Global memory must be allocated on node-level (outside BSP_BEGIN
/BSP_END
):
/** we can still do stuff on node level here. like allocate
* global memory. Note that bsp_pushreg doesn't fall into
* this category, this, we want to do after BSP_BEGIN (if
* the memory should be local to tasks rather than nodes,
* that is).
*/
h = bsp_global_alloc(processors * sizeof(int));
::bsp_sync();
bsp::Runner<MyContext> r (processors);
r.run();
bsp_global_free(h);
Within the run()
function in MyContext
, inside the BSP_BEGIN/END
block, we can now
access this memory (the handle h
is declared as a global variable -- note that these
variables need to be accessed in a thread-safe fashion):
BSP_BEGIN();
/**
* Things from here on are task-level SPMD.
* You'll have as many processes as allocated in the task mapper
* also, we inject all members of MyContext into the current
* scope
*/
print_info();
counter = bsp_pid();
bsp_global_put(&counter, h, sizeof(int) * (bsp_nprocs()-1-bsp_pid()), sizeof(int));
BSP_SYNC();
bsp_global_get(h, sizeof(int) * (bsp_pid()), &counter, sizeof(int));
BSP_SYNC();
{
tbb::spin_mutex::scoped_lock l (output_mutex);
cout << "Hi, I am processor " << bsp_pid()+1 << " of " << bsp_nprocs() << ", I have read value " <<
counter << " from the global memory " << endl;
}
BSP_END();
Conclusion #
So, why use BSPonMPI?
A legitimate first question is to ask why one should not just use MPI + OpenMP/TBB/std::thread.
My answer is: Sure, if you want to write the fastest-possible code for a specific HPC system, and have got enough time/budget for programming: Use MPI + whichever Threading Library is best on there.

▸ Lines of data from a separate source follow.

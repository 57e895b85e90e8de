import { ChangeDetectionStrategy, Component, inject, input, signal } from '@angular/core';
import { NonNullableFormBuilder, ReactiveFormsModule, Validators } from '@angular/forms';
import { MatButtonModule } from '@angular/material/button';
import { Router, RouterLink } from '@angular/router';
import { type Problem, problemOf } from '../../core/http/problem';
import { Session } from '../../core/session/session';
import { ProblemNotice } from '../../shared/problem/problem-notice';
import { Door } from './door';

/** Sign-in with e-mail and password; afterwards the person is where they were going. */
@Component({
  selector: 'app-sign-in',
  imports: [ReactiveFormsModule, MatButtonModule, RouterLink, Door, ProblemNotice],
  template: `
    <app-door title="Sign in">
      <app-problem-notice [problem]="problem()" />
      <form [formGroup]="form" (ngSubmit)="signIn()">
        <p>
          <label class="label" for="email">E-mail</label>
          <input
            id="email"
            class="plain"
            type="email"
            autocomplete="username"
            formControlName="email"
          />
        </p>
        <p>
          <label class="label" for="password">Password</label>
          <input
            id="password"
            class="plain"
            [type]="shown() ? 'text' : 'password'"
            autocomplete="current-password"
            formControlName="password"
          />
        </p>
        <p>
          <label
            ><input type="checkbox" [checked]="shown()" (change)="shown.set(!shown())" /> Show the
            password</label
          >
        </p>
        <div class="actions">
          <button mat-flat-button type="submit" [disabled]="busy()">Sign in</button>
          <a routerLink="/reset-password">Forgotten password</a>
        </div>
      </form>
    </app-door>
  `,
  changeDetection: ChangeDetectionStrategy.OnPush,
})
export class SignIn {
  /** Address to go to afterwards. */
  readonly next = input<string>();
  private readonly session = inject(Session);
  private readonly router = inject(Router);
  protected readonly form = inject(NonNullableFormBuilder).group({
    email: ['', Validators.required],
    password: ['', Validators.required],
  });
  protected readonly problem = signal<Problem | null>(null);
  protected readonly shown = signal(false);
  protected readonly busy = signal(false);

  protected signIn(): void {
    if (this.form.invalid) {
      this.problem.set({
        status: 0,
        title: 'Something is missing',
        detail: 'Give your e-mail address and your password.',
        code: '',
        errors: [],
      });
      return;
    }
    const { email, password } = this.form.getRawValue();
    this.busy.set(true);
    this.session.signIn(email, password).subscribe({
      next: () => void this.router.navigateByUrl(ownAddress(this.next())),
      error: (error: unknown) => {
        this.busy.set(false);
        this.problem.set(problemOf(error));
      },
    });
  }
}

/** Only an address of this product is followed, never one of another site. */
const ownAddress = (next: string | undefined): string =>
  next?.startsWith('/') && !next.startsWith('//') && !next.startsWith('/sign-in') ? next : '/today';
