import { ChangeDetectionStrategy, Component, inject, input, signal } from '@angular/core';
import { FormControl, ReactiveFormsModule } from '@angular/forms';
import { Router } from '@angular/router';
import { line } from '@ligament/domain/contract/primitives';
import { acceptInvitation } from '@ligament/domain/contract/session';
import { ApiClient } from '../../core/http/api-client';
import { type Problem, problemOf } from '../../core/http/problem';
import { Session } from '../../core/session/session';
import { ProblemNotice } from '../../shared/problem/problem-notice';
import { FieldError } from '../../shared/validation/field-error';
import { fits } from '../../shared/validation/fits';
import { Door } from './door';
import { PasswordForm } from './password-form';

/** Accepts an invitation: name as it will stand under signatures, and a password. */
@Component({
  selector: 'app-accept-invitation',
  imports: [ReactiveFormsModule, Door, PasswordForm, ProblemNotice, FieldError],
  template: `
    <app-door title="Welcome to Ligament">
      <app-problem-notice [problem]="problem()" />
      <p>
        <label class="label" for="name"
          >Your full name, as it shall stand under your signature</label
        >
        <input id="name" class="plain" autocomplete="name" [formControl]="name" />
        <app-field-error [control]="name" />
      </p>
      <app-password-form action="Accept the invitation" (chosen)="accept($event)" />
    </app-door>
  `,
  changeDetection: ChangeDetectionStrategy.OnPush,
})
export class AcceptInvitation {
  readonly token = input.required<string>();
  private readonly api = inject(ApiClient);
  private readonly session = inject(Session);
  private readonly router = inject(Router);
  protected readonly name = new FormControl('', {
    nonNullable: true,
    validators: [fits(line(120))],
  });
  protected readonly problem = signal<Problem | null>(null);

  protected accept(password: string): void {
    this.name.markAsTouched();
    if (this.name.invalid) return;
    this.api
      .call(acceptInvitation, {
        params: { token: this.token() },
        body: { name: this.name.value, password },
      })
      .subscribe({
        next: (view) => {
          this.session.remember(view);
          void this.router.navigateByUrl('/today');
        },
        error: (error: unknown) => this.problem.set(problemOf(error)),
      });
  }
}
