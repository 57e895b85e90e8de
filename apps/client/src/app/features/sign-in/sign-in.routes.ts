import type { Routes } from '@angular/router';

const routes: Routes = [
  {
    path: 'sign-in',
    title: 'Sign in',
    loadComponent: () => import('./sign-in').then((m) => m.SignIn),
  },
  { path: 'setup', title: 'Set up', loadComponent: () => import('./set-up').then((m) => m.SetUp) },
  {
    path: 'accept/:token',
    title: 'Accept the invitation',
    loadComponent: () => import('./accept-invitation').then((m) => m.AcceptInvitation),
  },
  {
    path: 'reset-password',
    title: 'Forgotten password',
    loadComponent: () => import('./request-reset').then((m) => m.RequestReset),
  },
  {
    path: 'reset-password/:token',
    title: 'New password',
    loadComponent: () => import('./set-password').then((m) => m.SetPassword),
  },
];

export default routes;
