import { ChangeDetectionStrategy, Component, input, output, signal } from '@angular/core';
import { FormControl, ReactiveFormsModule } from '@angular/forms';
import { MatButtonModule } from '@angular/material/button';
import { password } from '@ligament/domain/contract/session';
import { FieldError } from '../../shared/validation/field-error';
import { fits } from '../../shared/validation/fits';

/** Asks for a new password; long rather than clever, and pasting is welcome. */
@Component({
  selector: 'app-password-form',
  imports: [ReactiveFormsModule, MatButtonModule, FieldError],
  template: `
    <form (submit)="$event.preventDefault(); send()">
      <p>
        <label class="label" for="new-password"
          >New password (at least 15 characters; a sentence is fine)</label
        >
        <input
          id="new-password"
          class="plain"
          [type]="shown() ? 'text' : 'password'"
          autocomplete="new-password"
          [formControl]="control"
        />
        <app-field-error [control]="control" />
      </p>
      <p>
        <label
          ><input type="checkbox" [checked]="shown()" (change)="shown.set(!shown())" /> Show the
          password</label
        >
      </p>
      <button mat-flat-button type="submit">{{ action() }}</button>
    </form>
  `,
  changeDetection: ChangeDetectionStrategy.OnPush,
})
export class PasswordForm {
  readonly action = input('Set the password');
  readonly chosen = output<string>();
  protected readonly shown = signal(false);
  protected readonly control = new FormControl('', {
    nonNullable: true,
    validators: [fits(password)],
  });

  protected send(): void {
    this.control.markAsTouched();
    if (this.control.valid) this.chosen.emit(this.control.value);
  }
}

However, if you need code that will be easy to maintain and port between systems, structuring computation/communication in a BSP-like fashion will be useful: computation and communication routines can then be maintained and adapted separately. This is where BSPonMPI comes in, it wraps up MPI and TBB in one package with a simple programming interface. That's what I use it for.